*What to do*. Give back the full material exactly. Omit no line.

*Records for this task*.
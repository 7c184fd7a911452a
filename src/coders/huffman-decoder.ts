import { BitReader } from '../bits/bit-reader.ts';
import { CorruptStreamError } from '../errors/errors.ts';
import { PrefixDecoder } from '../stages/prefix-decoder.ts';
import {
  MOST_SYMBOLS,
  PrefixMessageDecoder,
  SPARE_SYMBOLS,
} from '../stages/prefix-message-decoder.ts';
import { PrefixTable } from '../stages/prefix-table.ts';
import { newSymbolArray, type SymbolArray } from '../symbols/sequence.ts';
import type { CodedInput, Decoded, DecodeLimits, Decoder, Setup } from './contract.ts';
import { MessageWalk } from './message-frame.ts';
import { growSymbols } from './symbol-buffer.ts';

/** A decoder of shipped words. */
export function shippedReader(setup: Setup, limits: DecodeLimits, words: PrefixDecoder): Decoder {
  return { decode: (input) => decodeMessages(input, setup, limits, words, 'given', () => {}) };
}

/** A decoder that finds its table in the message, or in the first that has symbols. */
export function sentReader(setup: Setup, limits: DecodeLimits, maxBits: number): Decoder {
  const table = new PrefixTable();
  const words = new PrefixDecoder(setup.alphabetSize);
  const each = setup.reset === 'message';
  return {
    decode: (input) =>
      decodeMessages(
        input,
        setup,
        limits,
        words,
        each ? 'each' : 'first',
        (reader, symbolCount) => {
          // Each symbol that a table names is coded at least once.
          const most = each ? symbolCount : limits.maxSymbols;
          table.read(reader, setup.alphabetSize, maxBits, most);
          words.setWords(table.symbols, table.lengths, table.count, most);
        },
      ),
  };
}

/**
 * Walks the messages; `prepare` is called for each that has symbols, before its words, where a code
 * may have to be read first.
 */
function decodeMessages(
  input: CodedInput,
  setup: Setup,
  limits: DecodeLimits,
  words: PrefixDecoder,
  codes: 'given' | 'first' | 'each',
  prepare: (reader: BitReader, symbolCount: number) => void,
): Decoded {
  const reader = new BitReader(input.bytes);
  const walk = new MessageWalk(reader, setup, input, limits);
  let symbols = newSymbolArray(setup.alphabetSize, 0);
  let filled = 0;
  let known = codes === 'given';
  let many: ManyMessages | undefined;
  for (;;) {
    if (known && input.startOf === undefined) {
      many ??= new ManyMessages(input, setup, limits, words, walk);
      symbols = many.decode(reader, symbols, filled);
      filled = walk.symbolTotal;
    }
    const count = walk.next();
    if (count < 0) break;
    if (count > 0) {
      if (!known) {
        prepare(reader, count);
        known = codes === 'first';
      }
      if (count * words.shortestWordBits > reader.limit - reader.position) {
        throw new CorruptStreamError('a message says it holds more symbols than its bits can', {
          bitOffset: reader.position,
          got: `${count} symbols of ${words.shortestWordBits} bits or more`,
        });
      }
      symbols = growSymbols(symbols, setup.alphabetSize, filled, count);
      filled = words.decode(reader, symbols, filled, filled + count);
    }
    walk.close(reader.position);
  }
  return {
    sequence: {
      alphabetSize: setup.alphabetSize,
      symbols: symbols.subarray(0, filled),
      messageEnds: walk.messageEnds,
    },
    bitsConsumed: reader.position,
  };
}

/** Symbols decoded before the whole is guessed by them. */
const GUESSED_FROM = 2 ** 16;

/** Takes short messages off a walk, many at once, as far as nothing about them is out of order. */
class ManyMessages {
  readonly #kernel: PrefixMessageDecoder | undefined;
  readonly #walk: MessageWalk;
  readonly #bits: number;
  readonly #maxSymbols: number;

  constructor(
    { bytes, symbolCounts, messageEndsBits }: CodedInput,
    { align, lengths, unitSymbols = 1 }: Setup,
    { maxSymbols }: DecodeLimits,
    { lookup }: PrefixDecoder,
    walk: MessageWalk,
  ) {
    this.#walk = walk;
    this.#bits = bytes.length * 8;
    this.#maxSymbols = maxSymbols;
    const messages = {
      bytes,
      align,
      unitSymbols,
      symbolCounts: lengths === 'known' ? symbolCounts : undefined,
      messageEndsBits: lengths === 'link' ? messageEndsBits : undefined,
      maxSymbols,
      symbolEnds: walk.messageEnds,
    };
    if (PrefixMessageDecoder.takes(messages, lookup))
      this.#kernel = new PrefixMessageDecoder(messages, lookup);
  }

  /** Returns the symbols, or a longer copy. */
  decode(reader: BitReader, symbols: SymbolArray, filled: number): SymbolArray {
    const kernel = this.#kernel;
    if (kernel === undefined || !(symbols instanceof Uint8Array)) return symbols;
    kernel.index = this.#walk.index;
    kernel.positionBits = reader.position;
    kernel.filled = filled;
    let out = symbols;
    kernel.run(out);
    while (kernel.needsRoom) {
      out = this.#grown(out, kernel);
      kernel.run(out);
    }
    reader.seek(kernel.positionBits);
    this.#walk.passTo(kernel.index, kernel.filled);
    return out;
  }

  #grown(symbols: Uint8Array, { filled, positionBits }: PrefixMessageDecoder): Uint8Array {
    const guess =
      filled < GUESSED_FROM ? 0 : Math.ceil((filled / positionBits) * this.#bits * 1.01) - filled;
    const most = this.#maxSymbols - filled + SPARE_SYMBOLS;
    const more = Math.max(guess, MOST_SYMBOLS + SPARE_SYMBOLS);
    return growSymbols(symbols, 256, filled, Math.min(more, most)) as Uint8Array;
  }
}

*Answer space*.
repository 7c184fd7a911452a
filename src/coders/huffman-decoder.ts
import { BitReader } from '../bits/bit-reader.ts';
import { CorruptStreamError } from '../errors/errors.ts';
import { PrefixDecoder } from '../stages/prefix-decoder.ts';
import {
  MOST_SYMBOLS,
  PrefixMessageDecoder,
  SPARE_SYMBOLS,
} from '../stages/prefix-message-decoder.ts';
import { PrefixTable } from '../stages/prefix-table.ts';
import { newSymbolArray, type SymbolArray } from '../symbols/sequence.ts';
import type { CodedInput, Decoded, DecodeLimits, Decoder, Setup } from './contract.ts';
import { MessageWalk } from './message-frame.ts';
import { growSymbols } from './symbol-buffer.ts';

/** A decoder of shipped words. */
export function shippedReader(setup: Setup, limits: DecodeLimits, words: PrefixDecoder): Decoder {
  return { decode: (input) => decodeMessages(input, setup, limits, words, 'given', () => {}) };
}

/** A decoder that finds its table in the message, or in the first that has symbols. */
export function sentReader(setup: Setup, limits: DecodeLimits, maxBits: number): Decoder {
  const table = new PrefixTable();
  const words = new PrefixDecoder(setup.alphabetSize);
  const each = setup.reset === 'message';
  return {
    decode: (input) =>
      decodeMessages(
        input,
        setup,
        limits,
        words,
        each ? 'each' : 'first',
        (reader, symbolCount) => {
          // Each symbol that a table names is coded at least once.
          const most = each ? symbolCount : limits.maxSymbols;
          table.read(reader, setup.alphabetSize, maxBits, most);
          words.setWords(table.symbols, table.lengths, table.count, most);
        },
      ),
  };
}

/**
 * Walks the messages; `prepare` is called for each that has symbols, before its words, where a code
 * may have to be read first.
 */
function decodeMessages(
  input: CodedInput,
  setup: Setup,
  limits: DecodeLimits,
  words: PrefixDecoder,
  codes: 'given' | 'first' | 'each',
  prepare: (reader: BitReader, symbolCount: number) => void,
): Decoded {
  const reader = new BitReader(input.bytes);
  const walk = new MessageWalk(reader, setup, input, limits);
  let symbols = newSymbolArray(setup.alphabetSize, 0);
  let filled = 0;
  let known = codes === 'given';
  let many: ManyMessages | undefined;
  for (;;) {
    if (known && input.startOf === undefined) {
      many ??= new ManyMessages(input, setup, limits, words, walk);
      symbols = many.decode(reader, symbols, filled);
      filled = walk.symbolTotal;
    }
    const count = walk.next();
    if (count < 0) break;
    if (count > 0) {
      if (!known) {
        prepare(reader, count);
        known = codes === 'first';
      }
      if (count * words.shortestWordBits > reader.limit - reader.position) {
        throw new CorruptStreamError('a message says it holds more symbols than its bits can', {
          bitOffset: reader.position,
          got: `${count} symbols of ${words.shortestWordBits} bits or more`,
        });
      }
      symbols = growSymbols(symbols, setup.alphabetSize, filled, count);
      filled = words.decode(reader, symbols, filled, filled + count);
    }
    walk.close(reader.position);
  }
  return {
    sequence: {
      alphabetSize: setup.alphabetSize,
      symbols: symbols.subarray(0, filled),
      messageEnds: walk.messageEnds,
    },
    bitsConsumed: reader.position,
  };
}

/** Symbols decoded before the whole is guessed by them. */
const GUESSED_FROM = 2 ** 16;

/** Takes short messages off a walk, many at once, as far as nothing about them is out of order. */
class ManyMessages {
  readonly #kernel: PrefixMessageDecoder | undefined;
  readonly #walk: MessageWalk;
  readonly #bits: number;
  readonly #maxSymbols: number;

  constructor(
    { bytes, symbolCounts, messageEndsBits }: CodedInput,
    { align, lengths, unitSymbols = 1 }: Setup,
    { maxSymbols }: DecodeLimits,
    { lookup }: PrefixDecoder,
    walk: MessageWalk,
  ) {
    this.#walk = walk;
    this.#bits = bytes.length * 8;
    this.#maxSymbols = maxSymbols;
    const messages = {
      bytes,
      align,
      unitSymbols,
      symbolCounts: lengths === 'known' ? symbolCounts : undefined,
      messageEndsBits: lengths === 'link' ? messageEndsBits : undefined,
      maxSymbols,
      symbolEnds: walk.messageEnds,
    };
    if (PrefixMessageDecoder.takes(messages, lookup))
      this.#kernel = new PrefixMessageDecoder(messages, lookup);
  }

  /** Returns the symbols, or a longer copy. */
  decode(reader: BitReader, symbols: SymbolArray, filled: number): SymbolArray {
    const kernel = this.#kernel;
    if (kernel === undefined || !(symbols instanceof Uint8Array)) return symbols;
    kernel.index = this.#walk.index;
    kernel.positionBits = reader.position;
    kernel.filled = filled;
    let out = symbols;
    kernel.run(out);
    while (kernel.needsRoom) {
      out = this.#grown(out, kernel);
      kernel.run(out);
    }
    reader.seek(kernel.positionBits);
    this.#walk.passTo(kernel.index, kernel.filled);
    return out;
  }

  #grown(symbols: Uint8Array, { filled, positionBits }: PrefixMessageDecoder): Uint8Array {
    const guess =
      filled < GUESSED_FROM ? 0 : Math.ceil((filled / positionBits) * this.#bits * 1.01) - filled;
    const most = this.#maxSymbols - filled + SPARE_SYMBOLS;
    const more = Math.max(guess, MOST_SYMBOLS + SPARE_SYMBOLS);
    return growSymbols(symbols, 256, filled, Math.min(more, most)) as Uint8Array;
  }
}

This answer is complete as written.